- _What is needed_:
Transcribe the data below verbatim from the line with "there so far." to the line with "const TARGET_MARGIN: f64 = 0.3;". Include both of those lines.

[Collected data]
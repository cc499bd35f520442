//! Progress events: what a run tells its watchers as it goes.
//!
//! The engine publishes on a `tokio::sync::broadcast` channel; the HTTP API turns the events into
//! server-sent events and the CLI into progress bars. A slow watcher that falls behind loses old
//! events (broadcast semantics), never slows the run. Field names carry units.

use super::rf_safety::SafetyState;
use crate::store::RunState;
use serde::Serialize;

/// One thing that happened in a run.
#[derive(Debug, Clone, PartialEq, Serialize)]
#[serde(tag = "event", rename_all = "snake_case")]
pub enum ProgressEvent {
    /// A run was accepted and waits for its bench.
    Queued { run_id: i64, bench: String },
    /// A run started (or resumed) on its bench.
    Started {
        run_id: i64,
        bench: String,
        total_points: usize,
        already_measured: usize,
    },
    /// One point was measured, analysed and committed.
    Point {
        run_id: i64,
        completed_points: usize,
        total_points: usize,
        frequency_hz: f64,
        generator_level_dbm: f64,
        v_peak_volts: f64,
        modulation_index: f64,
        modulation_index_uncertainty: f64,
        /// Codes of the analysis' named warnings on this point (`index_not_within_one_percent`:
        /// beta's uncertainty does not keep it within 1 %); the messages are in the point's
        /// stored analysis.
        warnings: Vec<&'static str>,
    },
    /// A point could not be analysed; it is stored without a modulation index.
    PointFailed {
        run_id: i64,
        frequency_hz: f64,
        generator_level_dbm: f64,
        reason: String,
    },
    /// All levels of one frequency are done and V_pi was fitted.
    Frequency {
        run_id: i64,
        frequency_hz: f64,
        v_pi_volts: Option<f64>,
        v_pi_uncertainty_volts: Option<f64>,
        note: Option<String>,
    },
    /// Every frequency of a run is done: its electro-optic response, 20 log10(V_pi(f_ref) /
    /// V_pi(f)) against the lowest frequency with a V_pi, and where it falls by 3 and 6 dB
    /// (`None`: not within the measured range). Sent before `Finished` on a completed run with at
    /// least one V_pi.
    Response {
        run_id: i64,
        reference_frequency_hz: f64,
        points: Vec<ResponsePointEvent>,
        f_3db_hz: Option<f64>,
        f_6db_hz: Option<f64>,
    },
    /// A chain calibration (`POST /chain-calibration-runs`, power sensor) measured one
    /// frequency: the chain's gain there and its standard uncertainty. Chain calibrations have
    /// their own ids (`chain_run_id`, not a run's); every watcher gets these events.
    ChainFrequency {
        chain_run_id: i64,
        bench: String,
        completed_frequencies: usize,
        total_frequencies: usize,
        frequency_hz: f64,
        gain_db: f64,
        gain_uncertainty_db: f64,
    },
    /// A chain calibration ended; `chain_id` is the stored chain version when it completed.
    ChainFinished {
        chain_run_id: i64,
        bench: String,
        state: ChainRunEnd,
        cause: Option<String>,
        chain_id: Option<i64>,
    },
    /// The run ended: completed, failed, cancelled or interrupted (the lowercase word in JSON).
    Finished {
        run_id: i64,
        state: RunState,
        cause: Option<String>,
    },
    /// A bench's RF safety state changed: `output_unconfirmed`, `awaiting_acknowledgement` or
    /// `clear` (see `engine::rf_safety`). Not tied to a run; sent to every watcher.
    BenchSafety {
        bench: String,
        state: SafetyState,
        cause: Option<String>,
    },
}

/// How a chain calibration ended, in a [`ProgressEvent::ChainFinished`] (the lowercase word in
/// JSON, as stored in `chain_calibration_runs.state`).
#[derive(Debug, Clone, Copy, PartialEq, Eq, Serialize)]
#[serde(rename_all = "snake_case")]
pub enum ChainRunEnd {
    Completed,
    Failed,
    Cancelled,
}

impl ChainRunEnd {
    /// The stored word.
    pub fn as_str(self) -> &'static str {
        match self {
            ChainRunEnd::Completed => "completed",
            ChainRunEnd::Failed => "failed",
            ChainRunEnd::Cancelled => "cancelled",
        }
    }
}

/// One frequency of the response curve in a [`ProgressEvent::Response`].
#[derive(Debug, Clone, PartialEq, Serialize)]
pub struct ResponsePointEvent {
    pub frequency_hz: f64,
    pub response_db: f64,
    pub response_uncertainty_db: f64,
}

impl ProgressEvent {
    /// The run this event belongs to; `None` for bench and chain calibration events, which every
    /// watcher gets.
    pub fn run_id(&self) -> Option<i64> {
        match self {
            ProgressEvent::Queued { run_id, .. }
            | ProgressEvent::Started { run_id, .. }
            | ProgressEvent::Point { run_id, .. }
            | ProgressEvent::PointFailed { run_id, .. }
            | ProgressEvent::Frequency { run_id, .. }
            | ProgressEvent::Response { run_id, .. }
            | ProgressEvent::Finished { run_id, .. } => Some(*run_id),
            ProgressEvent::ChainFrequency { .. }
            | ProgressEvent::ChainFinished { .. }
            | ProgressEvent::BenchSafety { .. } => None,
        }
    }
}
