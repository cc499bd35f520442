//! Adaptive drive levels: which generator level to measure next at one frequency, from what was
//! measured there so far.
//!
//! A blind ramp spends most of its analyzer sweeps at levels that say little about V_pi. With the
//! plan's `adaptive` level form the engine measures on a fine ladder of levels over the plan's
//! range (every rung proven against every limit at validation, exactly as a ramp's levels), going
//! up only, and aims each next point at the next modulation index of [`TARGET_INDICES`]: well
//! conditioned indices around the first carrier null (beta 1.2 and 1.9 below it, 2.7 just past
//! it as a cross-check of the branch, DLMF 10.21 for the zero at 2.4048). The level for a wanted
//! index comes from the current V_pi estimate: the fit of the points so far; with one readable
//! point, its beta / V_pk; before any, the prior (the device's stored V_pi at this frequency, else
//! the previous frequency's); with none, the bottom of the range.
//!
//! It stops when the fit's relative standard uncertainty is at or below the plan's target with at
//! least [`MIN_ADAPTIVE_POINTS`] points and one past the carrier null (or the range's top
//! measured), after the plan's maximum number of points, or when the range is used up. No step up
//! is larger than the plan's `max_step_db`.

use crate::analysis::chain::{generator_level_for_index, DriveChain};
use crate::analysis::{bessel::J0_FIRST_ZERO, fit_v_pi, DrivePoint};
use halfwave_units::{Dbm, Hz, VoltsPeak};
use std::f64::consts::PI;

/// The modulation indices the points aim at, in order (each next point aims at the first one
/// clearly above the highest beta measured so far).
pub const TARGET_INDICES: [f64; 8] = [1.2, 1.9, 2.7, 3.3, 3.9, 4.5, 5.1, 5.7];
/// Fewest points before the uncertainty target may end a frequency (three let the V_pi fit find
/// one point off the line).
pub const MIN_ADAPTIVE_POINTS: usize = 3;
/// A next target must lie this far above the highest beta measured so far.
const TARGET_MARGIN: f64 = 0.3;
/// Spacing kept between the last few points when the wanted indices lie beyond the range.
const SPREAD_DB: f64 = 3.0;
/// A beta below this is too weak to estimate V_pi from one point.
const MIN_READABLE_INDEX: f64 = 0.05;

/// The adaptive settings of a proven plan.
#[derive(Debug, Clone, Copy, PartialEq, serde::Serialize, serde::Deserialize)]
pub struct AdaptiveSettings {
    /// Stop when u(V_pi) / V_pi is at or below this.
    pub target_relative_uncertainty: f64,
    /// The most points at one frequency.
    pub max_points: usize,
    /// The largest step up from one point's level to the next.
    pub max_step_db: f64,
}

/// One point measured at this frequency.
#[derive(Debug, Clone, Copy, PartialEq)]
pub struct AdaptivePoint {
    /// Rung of the ladder it was measured at.
    pub rung: usize,
    pub v_peak: VoltsPeak,
    /// Modulation index and its standard uncertainty, when the trace could be analysed.
    pub index: Option<(f64, f64)>,
}

/// Why a frequency ended.
#[derive(Debug, Clone, PartialEq)]
pub enum AdaptiveStop {
    /// u(V_pi)/V_pi reached the target.
    TargetReached { relative_uncertainty: f64 },
    /// The plan's maximum number of points was measured.
    MaxPoints,
    /// The top of the level range was measured.
    TopOfRange,
}

impl std::fmt::Display for AdaptiveStop {
    fn fmt(&self, f: &mut std::fmt::Formatter<'_>) -> std::fmt::Result {
        match self {
            AdaptiveStop::TargetReached {
                relative_uncertainty,
            } => write!(
                f,
                "u(V_pi)/V_pi {relative_uncertainty:.2e} reached the target"
            ),
            AdaptiveStop::MaxPoints => {
                write!(f, "the plan's maximum number of points was measured")
            }
            AdaptiveStop::TopOfRange => write!(f, "the top of the level range was measured"),
        }
    }
}

/// What to do next at this frequency.
#[derive(Debug, Clone, PartialEq)]
pub enum AdaptiveStep {
    /// Measure at this rung of the ladder.
    Measure(usize),
    Stop(AdaptiveStop),
}

/// The current V_pi estimate from the points measured so far (see the module doc), if any.
pub fn estimate_v_pi(measured: &[AdaptivePoint], prior: Option<VoltsPeak>) -> Option<VoltsPeak> {
    let readable: Vec<DrivePoint> = measured
        .iter()
        .filter_map(|p| {
            let (beta, u) = p.index?;
            (beta.is_finite() && beta >= MIN_READABLE_INDEX && u.is_finite() && u > 0.0).then_some(
                DrivePoint {
                    v_peak: p.v_peak,
                    modulation_index: beta,
                    uncertainty: u,
                },
            )
        })
        .collect();
    if readable.len() >= 2 {
        if let Ok(fit) = fit_v_pi(&readable) {
            return Some(fit.v_pi);
        }
    }
    // The strongest readable point alone.
    readable
        .iter()
        .max_by(|a, b| a.modulation_index.total_cmp(&b.modulation_index))
        .map(|p| VoltsPeak(PI * p.v_peak.0 / p.modulation_index))
        .or(prior.filter(|v| v.0.is_finite() && v.0 > 0.0))
}

/// The next step at frequency `f`: `ladder` is the frequency's ascending generator levels,
/// `measured` the points so far (in the order measured), `prior` the V_pi expected before any.
pub fn next_step(
    ladder: &[Dbm],
    chain: &DriveChain,
    f: Hz,
    measured: &[AdaptivePoint],
    prior: Option<VoltsPeak>,
    settings: &AdaptiveSettings,
) -> AdaptiveStep {
    let Some(top) = ladder.len().checked_sub(1) else {
        return AdaptiveStep::Stop(AdaptiveStop::TopOfRange);
    };
    let last_rung = measured.iter().map(|p| p.rung).max();
    let betas = measured.iter().filter_map(|p| p.index.map(|i| i.0));
    let highest_beta = betas.fold(f64::NEG_INFINITY, f64::max);

    if let Some(relative) = relative_uncertainty(measured) {
        let cross_checked = highest_beta > J0_FIRST_ZERO || last_rung == Some(top);
        if measured.len() >= MIN_ADAPTIVE_POINTS
            && cross_checked
            && relative <= settings.target_relative_uncertainty
        {
            return AdaptiveStep::Stop(AdaptiveStop::TargetReached {
                relative_uncertainty: relative,
            });
        }
    }
    if measured.len() >= settings.max_points {
        return AdaptiveStep::Stop(AdaptiveStop::MaxPoints);
    }
    if last_rung == Some(top) {
        return AdaptiveStep::Stop(AdaptiveStop::TopOfRange);
    }

    // The lowest rung allowed next (above the last point) and the highest (one step up at most).
    let lowest = last_rung.map_or(0, |r| r + 1);
    let highest = match last_rung {
        None => top,
        Some(r) => {
            let ceiling = ladder[r].0 + settings.max_step_db;
            ladder
                .partition_point(|l| l.0 <= ceiling + 1e-9)
                .saturating_sub(1)
        }
    }
    .max(lowest);

    let wanted = estimate_v_pi(measured, prior).and_then(|v_pi| {
        let target = TARGET_INDICES
            .iter()
            .copied()
            .find(|t| *t > highest_beta + TARGET_MARGIN || !highest_beta.is_finite())?;
        generator_level_for_index(chain, f, target, v_pi)
    });
    // Leave room below the top for the fewest points a fit needs, SPREAD_DB apart, when the
    // wanted level lies beyond the range.
    let still_needed = MIN_ADAPTIVE_POINTS.saturating_sub(measured.len() + 1);
    let room_ceiling = ladder[top].0 - still_needed as f64 * SPREAD_DB;
    let room = ladder
        .partition_point(|l| l.0 <= room_ceiling + 1e-9)
        .saturating_sub(1)
        .max(lowest);
    let rung = match wanted {
        // The rung nearest the wanted level, within what is allowed.
        Some(level) => nearest_rung(ladder, level).min(room).clamp(lowest, highest),
        // Nothing to aim with: the bottom first, then the largest allowed step up.
        None if last_rung.is_none() => 0,
        None => highest.min(room).max(lowest),
    };
    AdaptiveStep::Measure(rung)
}

/// u(V_pi)/V_pi of the points so far, when they can be fitted.
pub fn relative_uncertainty(measured: &[AdaptivePoint]) -> Option<f64> {
    let points: Vec<DrivePoint> = measured
        .iter()
        .filter_map(|p| {
            let (beta, u) = p.index?;
            Some(DrivePoint {
                v_peak: p.v_peak,
                modulation_index: beta,
                uncertainty: u,
            })
        })
        .collect();
    let fit = fit_v_pi(&points).ok()?;
    Some(fit.v_pi_uncertainty.0 / fit.v_pi.0)
}

fn nearest_rung(ladder: &[Dbm], level: Dbm) -> usize {
    let above = ladder.partition_point(|l| l.0 < level.0);
    match above {
        0 => 0,
        n if n >= ladder.len() => ladder.len() - 1,
        n if (ladder[n].0 - level.0) < (level.0 - ladder[n - 1].0) => n,
        n => n - 1,
    }
}

#[cfg(test)]
mod tests {
    use super::*;
    use crate::analysis::chain::ChainPoint;
    use halfwave_units::Db;

    fn flat_chain(gain_db: f64) -> DriveChain {
        DriveChain::new(vec![ChainPoint {
            frequency: Hz(1e9),
            gain: Db(gain_db),
        }])
        .unwrap()
    }

    fn ladder(min: f64, max: f64, rung: f64) -> Vec<Dbm> {
        let n = ((max - min) / rung).round() as usize;
        (0..=n).map(|i| Dbm(min + i as f64 * rung)).collect()
    }

    const SETTINGS: AdaptiveSettings = AdaptiveSettings {
        target_relative_uncertainty: 0.003,
        max_points: 6,
        max_step_db: 6.0,
    };

    /// A modulator that follows beta = pi V_pk / V_pi exactly, measured with 0.1 % uncertainty.
    fn measure(chain: &DriveChain, ladder: &[Dbm], rung: usize, v_pi: f64) -> AdaptivePoint {
        let v_peak = chain
            .level_at_modulator(Hz(1e9), ladder[rung])
            .to_volts_peak();
        let beta = PI * v_peak.0 / v_pi;
        AdaptivePoint {
            rung,
            v_peak,
            index: Some((beta, 1e-3 * beta)),
        }
    }

    fn run(
        prior: Option<VoltsPeak>,
        v_pi: f64,
        l: &[Dbm],
        s: &AdaptiveSettings,
    ) -> Vec<AdaptivePoint> {
        let chain = flat_chain(-1.0);
        let mut measured = Vec::new();
        loop {
            match next_step(l, &chain, Hz(1e9), &measured, prior, s) {
                AdaptiveStep::Measure(rung) => measured.push(measure(&chain, l, rung, v_pi)),
                AdaptiveStep::Stop(_) => return measured,
            }
        }
    }

    #[test]
    fn with_a_good_prior_three_points_hit_the_targets_and_cross_the_null() {
        let l = ladder(0.0, 30.0, 0.25);
        let measured = run(Some(VoltsPeak(5.0)), 5.2, &l, &SETTINGS);
        assert_eq!(measured.len(), MIN_ADAPTIVE_POINTS, "{measured:?}");
        let betas: Vec<f64> = measured.iter().map(|p| p.index.unwrap().0).collect();
        // Upward only, the last past the carrier null (J0's first zero 2.4048, DLMF 10.21).
        assert!(betas.windows(2).all(|w| w[1] > w[0]), "{betas:?}");
        assert!(betas[2] > J0_FIRST_ZERO, "{betas:?}");
        // The first aims at 1.2 with a prior 4 % off and a 0.25 dB ladder: within 10 %.
        assert!((betas[0] - 1.2).abs() < 0.12, "{betas:?}");
    }

    #[test]
    fn without_a_prior_it_starts_at_the_bottom_and_never_steps_more_than_allowed() {
        let l = ladder(-5.0, 30.0, 0.25);
        let s = AdaptiveSettings {
            max_points: 10,
            ..SETTINGS
        };
        let measured = run(None, 5.2, &l, &s);
        assert_eq!(measured[0].rung, 0);
        for pair in measured.windows(2) {
            let step = l[pair[1].rung].0 - l[pair[0].rung].0;
            assert!(step > 0.0 && step <= 6.0 + 1e-9, "step {step} dB");
        }
        let last = measured.last().unwrap().index.unwrap().0;
        assert!(last > J0_FIRST_ZERO, "{measured:?}");
        assert!(measured.len() <= s.max_points);
    }

    #[test]
    fn a_range_too_low_for_the_null_ends_at_its_top() {
        // At 0 dBm after -1 dB the peak voltage is 0.28 V: beta 0.17 on a 5.2 V modulator.
        let l = ladder(-10.0, 0.0, 0.25);
        let measured = run(Some(VoltsPeak(5.2)), 5.2, &l, &SETTINGS);
        let rungs: Vec<usize> = measured.iter().map(|p| p.rung).collect();
        // Three points 3 dB apart (12 rungs of 0.25 dB), the last at the top.
        assert_eq!(rungs, vec![l.len() - 25, l.len() - 13, l.len() - 1]);
    }

    #[test]
    fn an_unreachable_target_stops_at_the_most_points() {
        let s = AdaptiveSettings {
            target_relative_uncertainty: 1e-6,
            ..SETTINGS
        };
        let l = ladder(0.0, 40.0, 0.25);
        let measured = run(Some(VoltsPeak(5.2)), 5.2, &l, &s);
        assert_eq!(measured.len(), s.max_points);
    }

    #[test]
    fn unreadable_points_step_up_by_the_largest_allowed_step() {
        let chain = flat_chain(0.0);
        let l = ladder(0.0, 20.0, 0.5);
        let measured = [AdaptivePoint {
            rung: 0,
            v_peak: VoltsPeak(0.3),
            index: None,
        }];
        assert_eq!(
            next_step(&l, &chain, Hz(1e9), &measured, None, &SETTINGS),
            AdaptiveStep::Measure(12)
        );
    }
}
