/// Picks span, resolution bandwidth and points for one modulation frequency.
fn choose_analyzer(
    spec: &AnalyzerSpec,
    modulation: Hz,
    caps: &AnalyzerCapabilities,
) -> Result<AnalyzerChoice, (&'static str, String)> {
    let orders = spec.expected_orders.unwrap_or(DEFAULT_EXPECTED_ORDERS);
    if orders == 0 || orders > 40 {
        return Err((
            "analyzer.expected_orders",
            format!("must be from 1 to 40, got {orders}"),
        ));
    }
    let points = spec
        .points
        .unwrap_or(DEFAULT_TRACE_POINTS.min(caps.max_points));
    if points < 101 || points > caps.max_points {
        return Err((
            "analyzer.points",
            format!(
                "must be from 101 to {} (the analyzer's maximum), got {points}",
                caps.max_points
            ),
        ));
    }
    let rbw = match spec.resolution_bandwidth_hz {
        Some(r) => {
            if !r.is_finite() || r <= 0.0 {
                return Err((
                    "analyzer.resolution_bandwidth_hz",
                    format!("must be a positive bandwidth in Hz, got {r}"),
                ));
            }
            Hz(r)
        }
        None => {
            let target = modulation.0 * AUTO_RBW_FRACTION;
            let widest_fit = caps
                .resolution_bandwidths
                .iter()
                .copied()
                .filter(|r| r.0 <= target)
                .fold(None::<Hz>, |best, r| match best {
                    Some(b) if b.0 >= r.0 => Some(b),
                    _ => Some(r),
                });
            match widest_fit.or_else(|| caps.resolution_bandwidths.first().copied()) {
                Some(r) => r,
                None => {
                    return Err((
                        "analyzer.resolution_bandwidth_hz",
                        "the analyzer lists no resolution bandwidths; give one".to_string(),
                    ))
                }
            }
        }
    };
    if modulation.0 < MIN_SPACING_TO_RBW * rbw.0 {
        return Err((
            "analyzer.resolution_bandwidth_hz",
            format!(
                "the line spacing {:.3} MHz is below {MIN_SPACING_TO_RBW} times the resolution bandwidth {:.3} MHz, so the sidebands cannot be resolved; raise the frequency or use a finer resolution",
                modulation.0 / 1e6,
                rbw.0 / 1e6
            ),
        ));
    }
    let span = match spec.span_hz {
        Some(s) => {
            if !s.is_finite() || s <= 0.0 {
                return Err((
                    "analyzer.span_hz",
                    format!("must be a positive span in Hz, got {s}"),
                ));
            }
            Hz(s)
        }
        None => Hz((2.0 * orders as f64 + 2.0) * modulation.0),
    };
    if span.0 < caps.min_span.0 || span.0 > caps.max_span.0 {
        return Err((
            "analyzer.span_hz",
            format!(
                "a span of {:.3} GHz is outside the analyzer's {:.3} to {:.3} GHz; {}",
                span.ghz(),
                caps.min_span.ghz(),
                caps.max_span.ghz(),
                if spec.span_hz.is_none() {
                    "lower analyzer.expected_orders or give span_hz"
                } else {
                    "change span_hz"
                }
            ),
        ));
    }
    if span.0 < 2.0 * modulation.0 {
        return Err((
            "analyzer.span_hz",
            "the span must show at least the carrier and both first sidebands (twice the modulation frequency)".to_string(),
        ));
    }
    // Each line needs a few points across its resolution width to be measured.
    let point_spacing = span.0 / (points - 1) as f64;
    if point_spacing > rbw.0 / 2.0 {
        return Err((
            "analyzer.points",
            format!(
                "{points} points over {:.3} GHz are {:.3} MHz apart, coarser than half the resolution bandwidth {:.3} MHz; use more points or a smaller span",
                span.ghz(),
                point_spacing / 1e6,
                rbw.0 / 1e6
            ),
        ));
    }
    Ok(AnalyzerChoice {
        span,
        resolution_bandwidth: rbw,
        points,
    })
}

- _Expected answer_:
//! measured there so far.
//!
//! A blind ramp spends most of its analyzer sweeps at levels that say little about V_pi. With the
//! plan's `adaptive` level form the engine measures on a fine ladder of levels over the plan's
//! range (every rung proven against every limit at validation, exactly as a ramp's levels), going
//! up only, and aims each next point at the next modulation index of [`TARGET_INDICES`]: well
//! conditioned indices around the first carrier null (beta 1.2 and 1.9 below it, 2.7 just past
//! it as a cross-check of the branch, DLMF 10.21 for the zero at 2.4048). The level for a wanted
//! index comes from the current V_pi estimate: the fit of the points so far; with one readable
//! point, its beta / V_pk; before any, the prior (the device's stored V_pi at this frequency, else
//! the previous frequency's); with none, the bottom of the range.
//!
//! It stops when the fit's relative standard uncertainty is at or below the plan's target with at
//! least [`MIN_ADAPTIVE_POINTS`] points and one past the carrier null (or the range's top
//! measured), after the plan's maximum number of points, or when the range is used up. No step up
//! is larger than the plan's `max_step_db`.

use crate::analysis::chain::{generator_level_for_index, DriveChain};
use crate::analysis::{bessel::J0_FIRST_ZERO, fit_v_pi, DrivePoint};
use halfwave_units::{Dbm, Hz, VoltsPeak};
use std::f64::consts::PI;

/// The modulation indices the points aim at, in order (each next point aims at the first one
/// clearly above the highest beta measured so far).
pub const TARGET_INDICES: [f64; 8] = [1.2, 1.9, 2.7, 3.3, 3.9, 4.5, 5.1, 5.7];
/// Fewest points before the uncertainty target may end a frequency (three let the V_pi fit find
/// one point off the line).
pub const MIN_ADAPTIVE_POINTS: usize = 3;
/// A next target must lie this far above the highest beta measured so far.
const TARGET_MARGIN: f64 = 0.3;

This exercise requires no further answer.